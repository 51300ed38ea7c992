using BenchRunner.Acceptance.Files;
using BenchRunner.Acceptance.Tolerances;
using BenchRunner.Signals.Analysis;
using BenchRunner.Signals.Comparisons;
using BenchRunner.Signals.Files;

namespace BenchRunner.Files;

/// <summary>A measured waveform file and a reference, compared and judged.</summary>
internal sealed record ComparedFiles(
    ComparedFile Measured,
    ComparedFile Reference,
    ToleranceSet Tolerances,
    ComparisonResult Result,
    ComparisonVerdict Verdict)
{
    /// <summary>Reads both files and the tolerances, compares and judges.</summary>
    /// <exception cref="InputException">A file is wrong, or the two have no channel in common.</exception>
    public static ComparedFiles Read(
        (string File, WaveformFileOptions Options, AnalysisSettings Settings) measured,
        (string File, WaveformFileOptions Options, AnalysisSettings Settings) reference,
        string? tolerancesPath)
    {
        Read<ToleranceSet> read = TolerancesFile.Read(ExampleFiles.Find(tolerancesPath ?? ExampleFiles.Tolerances));
        ToleranceSet tolerances = read.Value
            ?? throw new InputException(string.Join(Environment.NewLine, read.Problems));
        ComparedFile ours = ComparedFile.Read(measured.File, measured.Options);
        ComparedFile theirs = ComparedFile.Read(reference.File, reference.Options);
        if (!ours.Waveform.Channels.Any(theirs.Waveform.Has))
        {
            throw new InputException(
                $"{measured.File} and {reference.File} have no channel in common: the first has {ours.Channels}, the "
                    + $"second {theirs.Channels}; say where the channels are by --channel and --reference-channel.");
        }

        ComparisonResult result = WaveformComparison.Compare(
            ours.Waveform,
            measured.Settings,
            theirs.Waveform,
            reference.Settings,
            ComparisonVerdict.Wanted(tolerances));
        return new ComparedFiles(
            ours, theirs, tolerances, result, ComparisonVerdict.Judge(result, tolerances));
    }
}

########

- TASK BRIEF
Scan the material above for lines that contain the string "Signals", and copy each such line.

- SOLUTION TO THIS EXERCISE
using BenchRunner.Signals.Analysis;
using BenchRunner.Signals.Comparisons;
using BenchRunner.Signals.Files;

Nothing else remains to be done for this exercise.